Transcriptome-based host epistasis and pathogen co-expression in barley-powdery mildew interactions

Authors: VELASQUEZ-ZAPATA, VALERIA - Iowa State University; SMITH, SCHUYLER - Iowa State University; PRIYANKA, SURANA - Sanger Institute; CHAPMAN, ANTONY V. - Rothamsted Research; Wise, Roger

Submitted to: Genetics
Publication Type: Pre-print Publication
Publication Acceptance Date: 9/23/2023
Publication Date: 9/23/2023
Citation: Velasquez-Zapata, V., Smith, S., Priyanka, S., Chapman, A.E., Wise, R.P. 2023. Transcriptome-based host epistasis and pathogen co-expression in barley-powdery mildew interactions. Genetics. https://doi.org/10.1101/2023.09.18.558274.
DOI: https://doi.org/10.1101/2023.09.18.558274

Interpretive Summary: Plant pathogens are among the greatest threats to crop production worldwide, resulting in yield losses of 10 to 20% (= $100 to 200 billion) each year. Obligate biotrophic fungi, for example, mildews and rusts, require a living host to survive and cause some of the most destructive epidemics. A general view of the regulatory programs that render a plant resistant to pathogens is beginning to emerge in model organisms, but is still in its infancy in large-genome temperate cereals that are vital to feeding the world's growing population. The interaction between barley, and the powdery mildew fungus, is central to address this challenge. The nucleotide-binding leucine-rich-repeat (NLR) immune receptor encoded by Mildew locus a (MLA) is an ancestral protein required for protection against destructive cereal diseases, including powdery mildew, Ug99 stem rust, stripe rust, and rice blast. This research reports the use of time-course gene expression of barley infected with the powdery mildew pathogen to infer diverse gene effects governed by the MLA immune receptor and two other host factors critical to disease defense, Blufensin1 (Bln1) and Required for Mla6 resistance3 (Rar3). Gene effect models revealed epistatic interactions between Mla6 and Bln1 (a situation where the expression of one gene is modified by the expression of other genes) and the impact of rar3 on the barley and powdery mildew transcriptomes. For the first time, we classified 115 novel NLRs under unique gene effect models, which clustered at chromosome hotspots, suggesting genome accessibility and recruitment of transcriptional machinery as a contributing factor to resistance activation. Impact: Most plant resistance genes deployed in agriculture encode NLRs. However, the mechanisms by which NLR receptors impart critical functions to plant cells are often targets of pathogen effectors, thus, these discoveries provide a foundation for further research into the complex molecular interactions that control disease resistance in crops. These results impact modern breeding approaches to expand resistance to new and emerging pathogens.
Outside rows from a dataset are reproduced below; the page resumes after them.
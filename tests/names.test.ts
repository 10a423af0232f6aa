/**
 * Entity rows are assembled from the in-memory name store (src/kb/names.ts) and the hot store,
 * with the stored fields read lazily: every field must equal what the entity's SQLite row says
 * (decoded directly, as the brute-force scan reads it), on the sample archive, a generated
 * benchmark table, and names with legal forms, suffixes and other scripts.
 */
import { describe, expect, it } from "vitest";
import { type EntityRow, openKb } from "../src/kb/kb.js";
import { Display, DisplayBuilder } from "../src/kb/display.js";
import { storedName } from "../src/kb/names.js";
import { ENTITY_CLASSES } from "../src/types.js";
import { threeKbs } from "./helpers/three-kbs.js";

const NAMES_CSV = [
  "id,name,type,aliases,prior",
  "N01,Pell & Sons Ltd.,firm,Pell and Sons Limited|Pell Bros. & Co.,12.625",
  "N02,Tobias Pell Jr.,person,T. Pell Jr.|Pell Jnr.,3",
  "N03,Ωμέγα Ναυτιλιακή Α.Ε.,firm,,0.1",
  "N04,(unnamed),vessel,,0",
  "N05,Harbour Board of Stenmouth,organization,The Stenmouth Harbour Board,1e6",
  "",
].join("\n");

const three = threeKbs({ csv: NAMES_CSV, generatedEntities: 2000, generatedMentions: 10, seed: 9 });
const kbs = three.kbs;

/** Every field of a row as plain data (rows from memory answer some fields through getters). */
const plain = (e: EntityRow) => ({
  eid: e.eid,
  id: e.id,
  name: e.name,
  type: e.type,
  cls: e.cls,
  prior: e.prior,
  contextNorm: e.contextNorm,
  attributes: e.attributes,
  aliases: e.aliases.map((a) => ({
    aid: a.aid,
    text: a.text,
    key: a.key,
    full: a.full,
    ocr: a.ocr,
    canonical: a.canonical,
    tokens: a.tokens,
  })),
});

describe("entity rows from memory", () => {
  it("equal the entities' SQLite rows, field for field", () => {
    for (const kb of kbs) {
      let compared = 0;
      let withTail = 0;
      for (const cls of ENTITY_CLASSES) {
        for (const stored of kb.entityRowsOfClass(cls)) {
          const fromMemory = kb.entity(stored.eid);
          expect(plain(fromMemory)).toEqual(plain(stored));
          compared++;
          if (stored.aliases.some((a) => a.full !== a.key)) withTail++;
        }
      }
      expect(compared).toBe(kb.info.entities);
      if (kb === kbs[2]) expect(withTail).toBeGreaterThanOrEqual(2);
    }
  });

  it("read no row until a stored field is asked for", () => {
    // A fresh handle: the first test read every field of the rows the other one caches.
    const kb = openKb(three.file("own.kb"));
    kbs.push(kb);
    const e = kb.entity(kb.eidOf("N02")!);
    // The scoring facts are own fields; id, name, type and attributes are not yet read.
    expect(Object.keys(e)).toEqual(expect.arrayContaining(["eid", "cls", "prior", "contextNorm", "aliases"]));
    expect(Object.hasOwn(e, "stored") && (e as unknown as { stored: unknown }).stored).toBe(null);
    expect(e.aliases.map((a) => a.full)).toEqual(["tobias pell jr", "t pell jr", "pell jr"]);
    expect((e as unknown as { stored: unknown }).stored).toBe(null);
    // The table id and name come from memory too (display.ts).
    expect(e.id).toBe("N02");
    expect(e.name).toBe("Tobias Pell Jr.");
    expect((e as unknown as { stored: unknown }).stored).toBe(null);
    // The canonical name's text is the name; a row without attributes has none to read.
    expect(e.aliases[0]!.text).toBe("Tobias Pell Jr.");
    expect(e.attributes).toEqual({});
    expect((e as unknown as { stored: unknown }).stored).toBe(null);
    expect(e.aliases.map((a) => a.text)).toEqual(["Tobias Pell Jr.", "T. Pell Jr.", "Pell Jnr."]);
    expect((e as unknown as { stored: unknown }).stored).not.toBe(null);
  });

  it("refuses internal ids outside the table", () => {
    const kb = kbs[0]!;
    for (const bad of [0, -1, kb.info.entities + 1, 1.5]) expect(() => kb.entity(bad)).toThrow(/no entity/);
  });
});

describe("storedName", () => {
  it("keeps the key's tokens and what the full form adds", () => {
    const ids = new Map<string, number>();
    const idOf = (w: string) => {
      if (!ids.has(w)) ids.set(w, ids.size);
      return ids.get(w)!;
    };
    expect(storedName("pell sons", "pell sons ltd", true, idOf)).toEqual({
      tokens: [0, 1],
      tail: "ltd",
      canonical: true,
    });
    expect(storedName("tobias pell", "tobias pell", false, idOf)).toEqual({
      tokens: [2, 0],
      tail: "",
      canonical: false,
    });
    expect(() => storedName("pell", "ltd pell", true, idOf)).toThrow(/does not extend/);
  });
});

describe("the display store", () => {
  it("gives back every id and name, in any script, past its first buffer's size", () => {
    const b = new DisplayBuilder();
    const rows = Array.from({ length: 30_000 }, (_, i) => [
      `gz${i}`,
      i % 3 === 0 ? `Ωμέγα Ναυτιλιακή ${i}` : `Harrowmouth Steam Packet & Lighterage Co. No. ${i}`,
    ]);
    rows.forEach(([id, name], i) => {
      b.add(id!, name!, i % 7 === 0);
    });
    const built = b.build();
    expect(built.text.length).toBeGreaterThan(1 << 20);
    const d = new Display(built);
    expect(d.entities).toBe(rows.length);
    rows.forEach(([id, name], i) => {
      expect(d.id(i + 1)).toBe(id);
      expect(d.name(i + 1)).toBe(name);
      expect(d.hasAttributes(i + 1)).toBe(i % 7 === 0);
    });
  });

  it("refuses attribute flags that do not match the entities", () => {
    const b = new DisplayBuilder();
    b.add("a", "Ada", false);
    const built = b.build();
    expect(() => new Display({ ...built, attributed: new Uint8Array(5) })).toThrow(/attribute flags/);
  });
});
Technical Abstract: Mildew locus a (Mla) from the Triticeae grain crop barley (Hordeum vulgare L.) encodes a multi-allelic series of nucleotide-binding leucine-rich repeat (NLR) immune receptors. These variable NLRs recognize complementary secreted effectors from the powdery mildew fungus, Blumeria hordei (Bh), to block disease progression. We used a dynamic time-course transcriptome of barley infected with Bh to infer gene effects and epistatic relationships governed by the Mla6 NLR, two other host loci critical to the interaction, Blufensin1 (Bln1) and Required for Mla6 resistance3 (Rar3), and genes that interact with them. Bln1 is an R-gene independent regulator of immunity and the resistant bln1 mutant exhibits enhanced basal defense to compatible Bh. Rar3 is required for MLA6-mediated generation of H2O2 and the hypersensitive reaction; the rar3 mutant contains an in-frame Lys-Leu deletion in the SGT1-specific domain that compromises immunity by a subset of Mla alleles. Interactions of Mla6 and Bln1 resulted in symmetric, suppression and masked epistasis on the Bh-induced barley transcriptome. Likewise, dominant or equal effects were caused by Mla6 and Sgt1. Of a total of 468 barley NLRs, 366 were expressed in our dataset and 115 of those were grouped under different gene effect models, which localized to several chromosome hotspots. The corresponding Bh infection transcriptome was classified into nine co-expressed modules, linking differential expression with pathogen development. Expression of most of 517 Bh effectors exhibited dependence on disease phenotype and was associated with appressorial or haustorial structures, suggesting that disease is regulated by a host-pathogen intercommunication network that diversifies the response.